Transparent protocols enable faster development by humans, but I'm concerned that it will be even faster to have AI's generating systems with less transparent protocols.


The differences between CAIS and agent AGI ought to define a threshold, which could function as a fire alarm for AI experts. If AI developers need to switch to broad utility functions in order to compete, that will provide a clear sign that AI risks are high, and that something's wrong with the CAIS paradigm.

CAIS indicates that it's important to have a consortium of AI companies to promote safety guidelines, and to propagate a consensus view on how to stay on the safe side of the narrow versus broad task threshold.

CAIS helps reduce the pressure to classify typical AI research as dangerous, and therefore reduces AI researcher's motivation to resist AI safety research.

Some implications for AI safety researchers in general: don't imply that anyone knows whether recursive self-improvement will beat other forms of recursive improvement. We don't want to tempt AI researchers to try recursive self-improvement (by telling people it's much more powerful). And we don't want to err much in the other direction, because we don't want people to be complacent about the risks of recursive self-improvement.


CAIS seems somewhat more grounded in existing software practices than, say, the paradigm used in Superintelligence, and provides more reasons for hope. Yet it provides little reason for complacency:

The R&D-automation/AI-services model suggests that conventional AI risks (e.g., failures, abuse, and economic disruption) are apt to arrive more swiftly than expected, and perhaps in more acute forms. While this model suggests that extreme AI risks may be relatively avoidable, it also emphasizes that such risks could arise more quickly than expected.

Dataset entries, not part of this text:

import { readFile, stat } from "node:fs/promises";
import { resolve } from "node:path";
import type { z } from "zod";
import { unprocessable } from "../errors.ts";
import { systemWords } from "./trouble.ts";

/** Settings are small: a larger file is a mistake. */
const MOST_BYTES = 4 * 1024 * 1024;
const SHOWN_ISSUES = 5;

const readText = async (path: string, what: string): Promise<string> => {
  try {
    const { size } = await stat(path);
    if (size > MOST_BYTES)
      throw unprocessable("too-large", `${what} ${path} has ${size} bytes, more than settings have.`);
    return await readFile(path, "utf8");
  } catch (error) {
    const why = systemWords(error);
    if (why === undefined) throw error;
    throw unprocessable("no-file", `${what} ${path} cannot be read: ${why}.`, {
      hint: "Check its name and from which folder it is named.",
      cause: error,
    });
  }
};

const placeOf = (issue: z.core.$ZodIssue): string =>
  issue.path.length === 0 ? "" : `${issue.path.map(String).join(".")}: `;

const issuesOf = (error: z.ZodError): string =>
  error.issues
    .slice(0, SHOWN_ISSUES)
    .map((issue) => `${placeOf(issue)}${issue.message}`)
    .join("\n");

/**
 * A file of settings.
 *
 * @param what words for it, such as `"The card"`
 */
export const readJsonFile = async <T>(
  folder: string,
  name: string,
  what: string,
  schema: z.ZodType<T>,
): Promise<T> => {
  const path = resolve(folder, name);
  const text = await readText(path, what);
  let content: unknown;
  try {
    content = JSON.parse(text.replace(/^\ufeff/, ""));
  } catch (error) {
    const why = error instanceof Error ? error.message : String(error);
    throw unprocessable("bad-json", `${what} ${path} is not JSON: ${why}`, {
      hint: "Mend the file; `--help` says what it holds.",
    });
  }
  const parsed = schema.safeParse(content);
  if (parsed.success) return parsed.data;
  throw unprocessable("bad-settings", `${what} ${path} does not hold the settings it should.`, {
    hint: issuesOf(parsed.error),
  });
};
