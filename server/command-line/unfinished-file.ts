import { randomBytes } from "node:crypto";
import { createReadStream, createWriteStream, rmSync, type WriteStream } from "node:fs";
import { rename, rm } from "node:fs/promises";
import { tmpdir } from "node:os";
import { basename, dirname, join, resolve } from "node:path";
import type { Writable } from "node:stream";
import { pipeline } from "node:stream/promises";
import { unprocessable } from "../errors.ts";
import { systemWords } from "./trouble.ts";

/** Rows gather here until all of them are there; then the header, which counts them, goes before them. */
export interface Draft {
  readonly rows: WriteStream;
  /** Puts the whole file in its place at once, or sends it to the stream. */
  finish(header: string): Promise<void>;
  /** Removes what is left; harmless after the end. */
  discard(): Promise<void>;
}

const failed = (path: string, error: unknown): unknown => {
  const isFolderMissing = error instanceof Error && "code" in error && error.code === "ENOENT";
  const why = isFolderMissing ? "its folder does not exist" : systemWords(error);
  return why === undefined
    ? error
    : unprocessable("not-written", `The file ${path} cannot be written: ${why}.`, {
        hint: "Name another place with --out.",
        cause: error,
      });
};

const ended = (stream: WriteStream): Promise<void> =>
  new Promise((done, fail) => {
    stream.once("error", fail);
    stream.end(() => done());
  });

const SIGNALS = { SIGINT: 130, SIGTERM: 143, SIGHUP: 129 } as const;

/** Removes these files also when the process is told to stop. Answers a function that ends the watch. */
const removeAtStop = (files: readonly string[]): (() => void) => {
  const stops = Object.entries(SIGNALS).map(([signal, code]) => {
    const stop = (): void => {
      for (const file of files) rmSync(file, { force: true });
      process.exit(code);
    };
    process.once(signal, stop);
    return () => process.off(signal, stop);
  });
  return () => {
    for (const end of stops) end();
  };
};

/** In the folder of the file, so that it can be put in its place by a change of name. */
const besides = (path: string): string =>
  join(dirname(path), `.${basename(path)}.${randomBytes(6).toString("hex")}`);

/** Nothing shows at `name`, or on the stream where no file is named, before it is complete. */
export const beginFile = async (folder: string, name: string | undefined, out: Writable): Promise<Draft> => {
  const path = name === undefined ? undefined : resolve(folder, name);
  const stem = besides(path ?? join(tmpdir(), "shortlight"));
  const [body, whole] = [`${stem}.rows`, `${stem}.part`];
  const rows = createWriteStream(body, { flags: "wx", mode: 0o600 });
  const endWatch = removeAtStop([body, whole]);

  const assemble = async (header: string): Promise<void> => {
    await ended(rows);
    const to = path === undefined ? out : createWriteStream(whole, { flags: "wx" });
    to.write(header);
    await pipeline(createReadStream(body), to, { end: to !== out });
    if (path !== undefined) await rename(whole, path);
  };

  const draft: Draft = {
    rows,
    finish: (header) =>
      assemble(header).catch((error: unknown) => {
        throw path === undefined ? error : failed(path, error);
      }),
    async discard() {
      rows.destroy();
      endWatch();
      await rm(body, { force: true });
      await rm(whole, { force: true });
    },
  };
  return new Promise((done, fail) => {
    rows.once("open", () => done(draft));
    rows.once("error", (error) => {
      endWatch();
      fail(failed(path ?? body, error));
    });
  });
};
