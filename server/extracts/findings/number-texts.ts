import type { Finding } from "#shared/api/extracts.ts";
import { parseNumber } from "../../formats/numbers.ts";
import { isMarkedNumber } from "../cells.ts";
import { ask, examplesAt, type FindingCode, isAccepted, note, stop } from "./finding.ts";
import { groupBy, type Look, textAt, type UsedColumn } from "./look.ts";

const MINUS = /^\s*[\u2212\u2013\u2014]\s*[\d.]/;
/** `1,234.5`, `1 234`, `1'234'567`: parted by three digits, where a decimal mark would leave two readings or none. */
const THOUSANDS =
  /^[+-]?\d{1,3}(?:[\u0020\u00a0\u202f']\d{3})+(?:[.,]\d+)?$|^[+-]?\d{1,3}(?:,\d{3})+\.\d+$|^[+-]?\d{1,3}(?:\.\d{3})+,\d+$|^[+-]?\d{1,3}(?:[.,]\d{3}){2,}$/;

interface Kind {
  readonly code: FindingCode;
  is(text: string): boolean;
  readonly what: string;
  readonly hint: string;
}

/** In this order: a text is counted as the first that it is. */
const KINDS: readonly Kind[] = [
  {
    code: "thousands-marks",
    is: (text) => THOUSANDS.test(text),
    what: "part their digits by thousands, which is never guessed at. Rows with such a text will be refused.",
    hint: "Write the numbers without marks between the digits, or choose the other decimal mark.",
  },
  {
    code: "marked-numbers",
    is: isMarkedNumber,
    what: "are numbers with a limit, an error or a footnote. Such a cell stays blank and the original keeps its text; a position or an epoch like that refuses its row.",
    hint: "Put limits, errors and footnotes into columns of their own if they matter.",
  },
  {
    code: "unread-numbers",
    is: () => true,
    what: "are not numbers. Rows with such a text will be refused.",
    hint: "Name the text as a mark for “no value” if it is one, or mend the file.",
  },
];

const unreadKinds = (look: Look, used: UsedColumn): Finding[] => {
  const byKind = groupBy(used.unread, (row) => KINDS.findIndex((kind) => kind.is(textAt(used, row))));
  return [...byKind].map(([which, rows]) => {
    const { code, what, hint } = KINDS[which] as Kind;
    return note(
      code,
      `${rows.length} of ${used.given.length} texts looked at in “${used.card.header}” ${what}`,
      hint,
      { column: used.card.header, count: rows.length, examples: examplesAt(used.shown, look.lines, rows) },
    );
  });
};

const noNumbers = (look: Look, used: UsedColumn): Finding[] => [
  stop(
    "no-numbers",
    `Nothing in “${used.card.header}” reads as a number, so it cannot give ${used.meaning.label}.`,
    "Choose another column or another decimal mark.",
    {
      column: used.card.header,
      count: used.unread.length,
      examples: examplesAt(used.shown, look.lines, used.unread),
    },
  ),
];

const dashes = (look: Look, used: UsedColumn): Finding[] => {
  const rows = used.given.filter((row) => MINUS.test(textAt(used, row)));
  if (rows.length === 0) return [];
  return [
    note(
      "unicode-minus",
      `${rows.length} numbers looked at in “${used.card.header}” have a long dash or a printed minus for a sign. They are read as negative.`,
      "Nothing needs to be done.",
      { column: used.card.header, count: rows.length, examples: examplesAt(used.shown, look.lines, rows) },
    ),
  ];
};

/** Texts where numbers should be, sorted by what they are, and signs that are not the plain ones. */
export const numberTextFindings = (look: Look): Finding[] =>
  look.used
    .filter((u) => u.meaning.kind === "number")
    .flatMap((u) => {
      const isAllUnread = u.given.length > 0 && u.unread.length === u.given.length;
      return [...(isAllUnread ? noNumbers(look, u) : unreadKinds(look, u)), ...dashes(look, u)];
    });

const EITHER = /^[+-]?[1-9]\d{0,2},\d{3}$/;
const DECIMAL = /\d[.,]\d/;

/** Where every comma could be a decimal mark as well as a mark of thousands. */
export const decimalMarkFindings = (look: Look): Finding[] => {
  const { plan, sample } = look;
  if (sample.format !== "delimited" || sample.delimiter === "," || isAccepted(plan, "decimal-mark"))
    return [];
  const columns = look.used.filter((u) => u.meaning.kind === "number");
  const texts = columns.flatMap((u) => u.given.map((row) => textAt(u, row)));
  const marked = texts.filter((text) => DECIMAL.test(text));
  if (marked.length < 3 || !marked.every((text) => EITHER.test(text))) return [];
  const [first = ""] = marked;
  return [
    ask(
      "decimal-mark",
      `Numbers such as ${first} can be read in two ways: as ${parseNumber(first, ",")}, or as ${first.replace(",", "")} with a mark between the thousands.`,
      "Say what the comma is. Marks of thousands are not read: with the point as the decimal mark such texts are no numbers.",
      {
        count: marked.length,
        examples: marked.slice(0, 3).map((text) => ({ line: 0, text })),
        answers: [
          { value: "decimal:,", label: `A decimal mark: ${parseNumber(first, ",")}` },
          { value: "decimal:.", label: "A mark of thousands" },
        ],
      },
    ),
  ];
};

I see important uncertainty in whether CAIS will be as fast and efficient as agent AGI, and I don't expect any easy resolution to that uncertainty.

This paper is a good starting point, but we need someone to transform it into something more rigorous.

CAIS is sufficiently similar to standard practices that it doesn't require much work to attempt it, and creates few risks.

I'm around 50% confident that CAIS plus a normal degree of vigilance by AI developers will be sufficient to avoid global catastrophe from AI.